La experiencia, además de ser, para los militares, un grado, es una auténtica monada.
Uno, a fuerza de años, asume una cierta cantidad de palabras y frases, y esta reserva intelectual es una preciosa arma para esgrimirla en determinados momentos o en algunas ocasiones muy especiales.
Después de una romántica cena, con manteles de Navidad, candelabros, rosas y champagne las cosas se suelen poner a temperatura más bien elevada. Finiquitadas las últimas lionesas de nata, se acostumbra a “¿por qué no vamos al sofá, que estaremos más cómodos, verdad?”

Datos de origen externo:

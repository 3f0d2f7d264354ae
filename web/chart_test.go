package web

import (
	"bytes"
	"encoding/json"
	"math"
	"strings"
	"testing"
	"time"
)

func decoded(t *testing.T, c *Chart) map[string]any {
	t.Helper()
	var m map[string]any
	if err := json.Unmarshal([]byte(c.Options.(scriptJSON)), &m); err != nil {
		t.Fatal(err)
	}
	return m
}

func TestHistogramOptions(t *testing.T) {
	t.Parallel()
	p := cannedWafer().Planes[0]
	c := HistogramChart(p)
	m := decoded(t, c)
	series := m["series"].([]any)[0].(map[string]any)
	points := series["data"].([]any)
	if len(points) != len(p.Summary.Histogram.Counts) || len(c.Table.Rows) != len(points) || len(c.Table.Raw) != len(points) {
		t.Fatalf("%d points, %d rows, want %d", len(points), len(c.Table.Rows), len(p.Summary.Histogram.Counts))
	}
	total := p.Summary.Histogram.Below + p.Summary.Histogram.Above
	for _, pt := range points {
		total += int(pt.(map[string]any)["value"].([]any)[1].(float64))
	}
	if total != p.Summary.N {
		t.Errorf("the bars hold %d dies, want n = %d", total, p.Summary.N)
	}
	line := series["markLine"].(map[string]any)["data"].([]any)[0].(map[string]any)
	if line["xAxis"].(float64) != 455 {
		t.Errorf("target line at %v, want 455", line["xAxis"])
	}
	x := m["xAxis"].([]any)[0].(map[string]any)
	if x["name"] != "Dominant wavelength / nm" {
		t.Errorf("axis title %v has no unit", x["name"])
	}
	if !strings.Contains(c.Caption, Count(p.Summary.N)) {
		t.Errorf("caption %q has no sample size", c.Caption)
	}
	if strings.Contains(string(c.Options.(scriptJSON)), "function") {
		t.Error("options hold a function")
	}
}

func TestChartsWithoutTargetOrValues(t *testing.T) {
	t.Parallel()
	p := cannedWafer().Planes[1]
	if s := string(HistogramChart(p).Options.(scriptJSON)); strings.Contains(s, "markLine") {
		t.Error("a target is drawn though none is known")
	}
	p.Summary.Histogram.Counts, p.Summary.Radial = nil, nil
	if HistogramChart(p) != nil || RadialChart(p) != nil || BinChart(Binned{}) != nil || YieldsChart("s", nil, time.UTC, "") != nil {
		t.Error("a chart of nothing is drawn")
	}
}

func TestRadialLeavesOutEmptyRings(t *testing.T) {
	t.Parallel()
	p := cannedWafer().Planes[0]
	p.Summary.Radial[0].N, p.Summary.Radial[0].Mean, p.Summary.Radial[0].SD = 0, math.NaN(), math.NaN()
	c := RadialChart(p)
	points := decoded(t, c)["series"].([]any)[0].(map[string]any)["data"].([]any)
	if len(points) != len(p.Summary.Radial)-1 || len(c.Table.Rows) != len(p.Summary.Radial) {
		t.Errorf("%d points and %d rows of %d rings, the first empty", len(points), len(c.Table.Rows), len(p.Summary.Radial))
	}
}

func TestBinChartDrawsTheFullestOfMany(t *testing.T) {
	t.Parallel()
	b := Binned{Spec: "s v1", Denominator: 5000}
	for i := range 100 {
		b.Cells = append(b.Cells, MapCell{Name: "B", Class: "sellable", Dies: i})
	}
	b.Cells = append(b.Cells, MapCell{Name: "leaky", Class: "reject", Dies: 80}, MapCell{Name: "open", Class: "reject", Dies: 90})
	c := BinChart(b)
	points := decoded(t, c)["series"].([]any)[0].(map[string]any)["data"].([]any)
	if len(points) != mostBars || len(c.Table.Rows) != 102 || !strings.Contains(c.Caption, "24 fullest") {
		t.Errorf("%d bars, %d rows, caption %q", len(points), len(c.Table.Rows), c.Caption)
	}
	for i, want := range []string{"open · reject: 90", "leaky · reject: 80"} {
		if name := points[i].(map[string]any)["name"].(string); !strings.HasPrefix(name, want) {
			t.Errorf("bar %d is %q, want %q: the lost dies come first", i, name, want)
		}
	}
}

func TestTableCSVIsForPrograms(t *testing.T) {
	t.Parallel()
	table := Table{Head: []string{"bin, reason", "dies", "share", "mean / nm"}}
	table.add(textCell(`a "b"`), countCell(14516), shareCell(1, 4), numberCell(-0.84, 2))
	table.add(textCell("c"), countCell(0), shareCell(0, 0), numberCell(math.NaN(), 2))
	var b bytes.Buffer
	if err := table.WriteCSV(&b); err != nil {
		t.Fatal(err)
	}
	const want = "\"bin, reason\",dies,share,mean / nm\n\"a \"\"b\"\"\",14516,0.250000,-0.84\nc,0,,\n"
	if b.String() != want {
		t.Errorf("got %q\nwant %q", b.String(), want)
	}
}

El susodicho sofá es la antesala obligada, justo antes de yacer amablemente.
Pues bien, finalizado este simpático preámbulo, voy al grano: transcurrido un breve espacio de tiempo (nada, días) después de haber culminado, con más o menos fortuna –una o varias veces; éramos jóvenes novillos- una serie de yacimientos carnales, durante el fogueo de una conversación banal, ella, quien fuera, sentenciaba sin ningún rubor: “es que, macho (seguíamos siendo jóvenes y con pelo) siempre vas a tu bola; no escuchas”. Yo pensaba: “¿Y por qué silencia el pronombre (me) y no dice no me escuchas?”
Total: ahora, hoy en día, en estos tiempos de poco pelo y musculatura barata, hora ya de testamentos, agradecimientos generales, despedidas, y títulos de crédito, cuando uno se halla en fase de sofá, debe advertir: “mira, muñeca (cuando los años aprietan, los calificativos tienden al más puro ridículo; en lugar de muñeca, también utilizo “linda”; mira, linda) yo voy a mi bola y no escucho, ¿vale?
He constatado que, lanzada la advertencia, un 70% de las señoritas huyen despavoridas; un 12% no lo pillan, o sea, que no lo entienden (de ese porcentaje, la mitad se quedan y la otra mitad se esfuman); el 8% actúan con más calentura –energía, vamos; y el resto, el 10% sonríen y perdonan.
Lo qué es cierto es que, planteando el problema antes de que se produzca el conflicto, uno gana tiempo.